86. Convolutional Neural Networks (CNN)Permalink

Let us consider the sequence of words \boldsymbol{x} = (x_1, x_2, \dots, x_T). Here, T is the length of the word. In addition, x_t \in \mathbb{R}^{V} is one-hot vector that represents the ID that corresponds to the word (V is the total number of words).

Implement a model that predicts category y from the given sequence x using a Convolutional Neural Network (CNN).

The configuration of the CNN is as follows:

  • Word embedding dimension: d_w
  • Convolution filter size: 3 tokens
  • Convolution stride: 1 token
  • Convolution padding: Yes
  • The size of the vector of each time step after convolution operation: d_h
  • Apply max pooling after convolution operation and express input sentences as d_h-dimensional hidden vector.

That is, the feature vector p_t \in \mathbb{R}^{d_h} at time t is expressed via the following equation:

p_t = g(W^{(px)} [\mathrm{emb}(x_{t-1}); \mathrm{emb}(x_t); \mathrm{emb}(x_{t+1})] + b^{(p)})

Here, W^{(px)} \in \mathbb{R}^{d_h \times 3d_w}, b^{(p)} \in \mathbb{R}^{d_h} is a CNN parameter, g is the activation function (e.g., \tanh, ReLU, etc.), [a; b; c] is the concatenation of vectors a,b,c. The reason why the number of columns in matrix W^{(px)} is 3d_w is to perform a linear transformation on the concatenation of word embeddings for the 3 tokens.

In max pooling, the maximum value at all times is taken for each dimension of the feature vector, and the feature vector c \in \mathbb{R}^{d_h} of the input document is obtained. Assuming that c[i] represents the i-th dimension of vector c, max pooling is given by the following equation:

c[i] = \max_{1 \leq t \leq T} p_t[i]

Lastly, predict category y by using both linear transformation and softmax function with matrix W^{(yc)} \in \mathbb{R}^{L \times d_h} and bias b^{(y)} \in \mathbb{R}^{L} applied to the input document’s feature vector:

y = {\rm softmax}(W^{(yc)} c + b^{(y)})

Moreover, it is fine to calculate y with a randomly initialized weight matrix without learning the model.

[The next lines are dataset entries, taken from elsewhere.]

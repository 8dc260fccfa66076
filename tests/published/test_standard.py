"""Examples of IEEE 1364-2005 on delays, keyed by clause, and what the clauses say of them."""

from collections.abc import Callable
from typing import Any

import pytest

import tardigate

Fixture = Callable[..., Any]


def alike(rise: float, fall: float) -> dict[tuple[str, str, str, str], tuple[float, float, float]]:
    """Hops of a two-input `and` with one figure an edge."""
    return {
        (pin, edge, "out", edge): (delay,) * 3
        for pin in ("in1", "in2")
        for edge, delay in (("rise", rise), ("fall", fall))
    }


def test_one_and_two_delays_of_a_gate(hops: Fixture) -> None:
    """7.14, example 1: `and #(10)` and `and #(10,12)`."""
    assert hops("module m(input a, b, output y); and #(10) (y, a, b); endmodule") == alike(10, 10)
    assert hops("module m(input a, b, output y); and #(10,12) (y, a, b); endmodule") == alike(10, 12)


def three_state(
    enables: str, rise: tuple[float, ...], fall: tuple[float, ...], off: tuple[float, ...]
) -> dict[tuple[str, str, str, str], tuple[float, ...]]:
    """Hops of a bufif: data, control on (from z), control off (to z; its net then goes either way)."""
    disables = "fall" if enables == "rise" else "rise"
    return {
        ("in", "rise", "out", "rise"): rise,
        ("in", "fall", "out", "fall"): fall,
        ("control", enables, "out", "rise"): rise,
        ("control", enables, "out", "fall"): fall,
        ("control", disables, "out", "rise"): off,
        ("control", disables, "out", "fall"): off,
    }


@pytest.mark.parametrize(("delays", "off"), [("10,12,11", 11), ("10,12", 10), ("12,10", 10)])
def test_three_delays_of_a_three_state_gate(hops: Fixture, delays: str, off: float) -> None:
    """7.14, example 1 and table 7-9 (from memory): the third is to z; without it, the smaller of the two."""
    rise, fall = (float(delay) for delay in delays.split(",")[:2])
    found = hops(f"module m(input d, g, output y); bufif0 #({delays}) (y, d, g); endmodule")
    assert found == three_state("fall", (rise,) * 3, (fall,) * 3, (off,) * 3)


def test_triples_of_three_state_gates(hops: Fixture) -> None:
    """7.14.1, example 1; no order between min, typ and max is asked for by the standard."""
    found = hops("module m(input d, g, output y); bufif0 #(5:7:9, 8:10:12, 15:18:21) (y, d, g); endmodule")
    assert found == three_state("fall", (5, 7, 9), (8, 10, 12), (15, 18, 21))
    found = hops("module m(input d, g, output y); bufif1 #(6:8:10, 5:7:9, 13:17:19) (y, d, g); endmodule")
    assert found == three_state("rise", (6, 8, 10), (5, 7, 9), (13, 17, 19))


@pytest.mark.parametrize("gate", ["and", "nand", "or", "nor", "xor", "xnor", "buf", "not"])
def test_these_gates_take_two_delays_at_most(gate: str) -> None:
    """7.2 and 7.3: delay2 (from memory)."""
    pins = "y, a" if gate in {"buf", "not"} else "y, a, b"
    verilog = f"module m(input a, b, output y); {gate} #(1,2%s) ({pins}); endmodule"
    assert tardigate.read_text(verilog % "").settle().net("y").settles_ns == 2
    with pytest.raises(tardigate.InputRefusedError):
        tardigate.read_text(verilog % ",3")


LATCH = """
  module latch(output qout, nqout, input clock, data, enable%s);
    not #5 n1(ndata, data);
    nand #(3,5) n2(wa, data, clock), n3(wb, ndata, clock);
    nand #(12,15) n4(q, %s, wa), n5(nq, q, wb);
    bufif1 #(3,7,13) q_drive(qout, q, enable), nq_drive(nqout, nq, enable);
  endmodule"""
"""7.14, example 2: a latch of gates. The standard states no totals: those below are our sums by hand."""


def test_the_latch_of_the_standard_is_a_ring() -> None:
    with pytest.raises(tardigate.InputRefusedError) as refused:
        tardigate.read_text(LATCH % ("", "nq")).settle()
    (ring,) = refused.value.diagnostics
    assert ring.code == "G101"
    assert "n4" in ring.message
    assert "n5" in ring.message


def test_the_latch_of_the_standard_with_its_ring_opened(figures: Fixture) -> None:
    """The ring opened where nq comes back to q; times from a change of the data alone."""
    found = figures(LATCH % (", nq_held", "nq_held"), sources=("data",))
    assert found.rise_and_fall("q") == (5 + 12, 3 + 15)
    assert found.rise_and_fall("wb") == (5 + 3, 5 + 5)
    assert found.earliest_rise_and_fall("q") == (17, 18)
    assert found.earliest_rise_and_fall("qout") == (5 + 12 + 3, 3 + 15 + 7)
    opened = LATCH.replace("n5(nq, q, wb)", "n5(nq, q_held, wb)") % (", q_held", "nq")
    found = figures(opened, sources=("data",))
    assert found.rise_and_fall("nq")[0] == 5 + 5 + 12
    assert found.rise_and_fall("nqout")[0] == 25
    assert found.rise_and_fall("q")[1] == 5 + 5 + 12 + 15
    assert found.rise_and_fall("qout")[1] == 44


def test_exclusive_or_by_state(hops: Fixture, figures: Fixture) -> None:
    """14.2.4.2, example 1, its four conditional paths as rows: worst rise 3, fall 4; best 1 and 2."""
    rows = "".join(
        f"tPLH {one} => Y when {other} {rise}; tPHL {one} => Y when {other} {fall};"
        for one, other, rise, fall in (
            ("B", "A", 3, 4),
            ("A", "B", 3, 4),
            ("B", "~A", 1, 2),
            ("A", "~B", 1, 2),
        )
    )
    part = f"part XOR2_A {{ inputs A, B; output Y = A ^ B; times ns {{ {rows} }} }}"
    verilog = "module m(input a, b, output y); XOR2_A u(.A(a), .B(b), .Y(y)); endmodule"
    found = hops(verilog, part)
    for pin in "AB":  # with the other input low the output moves with this one, with it high against it
        assert found[pin, "rise", "Y", "rise"] == (1, 1, 1)
        assert found[pin, "fall", "Y", "fall"] == (2, 2, 2)
        assert found[pin, "fall", "Y", "rise"] == (3, 3, 3)
        assert found[pin, "rise", "Y", "fall"] == (4, 4, 4)
    assert figures(verilog, part).rise_and_fall("y") == (3, 4)
    assert figures(verilog, part).earliest_rise_and_fall("y") == (1, 2)


def pairs(hops: Fixture, pins: str, arrow: str, connections: str, ports: str) -> set[tuple[str, str]]:
    part = f"part P {{ {pins} times ns {{ tpd {arrow} 1; }} }}"
    found = hops(f"module m({ports}); P u({connections}); endmodule", part)
    return {(pin_in, pin_out) for pin_in, _, pin_out, _ in found}


def test_full_and_parallel_connections(hops: Fixture) -> None:
    """14.2.5 and its example: `(a, b, c *> q1, q2)` is six paths; `=>` joins bit to bit."""
    scalars = "inputs A, B, C; outputs Q1, Q2;"
    by_name = ".A(a), .B(b), .C(c), .Q1(q), .Q2(r)"
    found = pairs(hops, scalars, "A, B, C *> Q1, Q2", by_name, "input a, b, c, output q, r")
    assert found == {(pin_in, pin_out) for pin_in in "ABC" for pin_out in ("Q1", "Q2")}
    vectors, by_name, ports = (
        "inputs A[3:0]; outputs Y[3:0];",
        ".A(a), .Y(y)",
        "input [3:0] a, output [3:0] y",
    )
    each = {(f"A[{bit}]", f"Y[{bit}]") for bit in range(4)}
    assert pairs(hops, vectors, "A => Y", by_name, ports) == each
    every = {(f"A[{bit}]", f"Y[{other}]") for bit in range(4) for other in range(4)}
    assert pairs(hops, vectors, "A *> Y", by_name, ports) == every


def test_a_parallel_connection_wants_equal_widths() -> None:
    """14.2.5."""
    parts = "family F { part P { inputs A[3:0]; outputs Y[2:0]; times ns { tpd A => Y 1; } } }"
    with pytest.raises(tardigate.InputRefusedError) as refused:
        tardigate.read_text("module m(input [3:0] a, output [2:0] y); P u(a, y); endmodule", parts=parts)
    assert {fault.code[0] for fault in refused.value.diagnostics} == {"P"}


def test_polarity_of_a_path(hops: Fixture) -> None:
    """14.2.6: `+` passes the edge on, `-` the other one; without either, both may follow."""
    edges = {"+=>": {("rise", "rise"), ("fall", "fall")}, "-=>": {("rise", "fall"), ("fall", "rise")}}
    for arrow, expected in (*edges.items(), ("=>", edges["+=>"] | edges["-=>"])):
        part = f"part P {{ input A; output Y; times ns {{ tpd A {arrow} Y 1; }} }}"
        found = hops("module m(input a, output y); P u(.A(a), .Y(y)); endmodule", part)
        assert {(edge_in, edge_out) for _, edge_in, _, edge_out in found} == expected


def test_delays_are_rounded_to_the_precision_one_by_one(figures: Fixture) -> None:
    """19.8, example: `timescale 10 ns / 1 ns`, 1.55 is 16 ns, the second after it at 32 ns."""
    verilog = """`timescale 10 ns / 1 ns
      module m(input a, output y); buf #1.55 g1(n, a), g2(y, n); endmodule"""
    found = figures(verilog)
    assert (found.settles("n"), found.settles("y")) == (16, 32)


def test_three_decimals_and_tenths(figures: Fixture) -> None:
    """19.8: 1 ns / 1 ps keeps three decimals; 10 us / 100 ns rounds to tenths of a microsecond."""
    fine = "`timescale 1 ns / 1 ps\nmodule m(input a, output y); buf #2.71828 g(y, a); endmodule"
    assert figures(fine).settles("y") == 2.718
    coarse = "`timescale 10 us / 100 ns\nmodule m(input a, output y); buf #1.237 g(y, a); endmodule"
    assert figures(coarse).settles("y") == 12_400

87. CNN Learning via Stochastic Gradient DescentPermalink

Using Stochastic Gradient Descent (SGD), learn the model you constructed in Problem 86.Learn the model while displaying the loss and correct rate on the training data and the loss and correct rate on the evaluation data. Finish with a suitable standard (e.g., 10 epochs, etc.).

88. Hyper-parameter TuningPermalink

Altering Problem 85 or 87’s code, build a high-quality category classifier by adjusting the neural network’s shape and hyper-parameters.

89. Transfer Learning from a Pretrained Language ModelPermalink

Starting from a Pretrained Language Model (e.g. BERT, etc.) model, build a model that categorizes news article headlines into categories.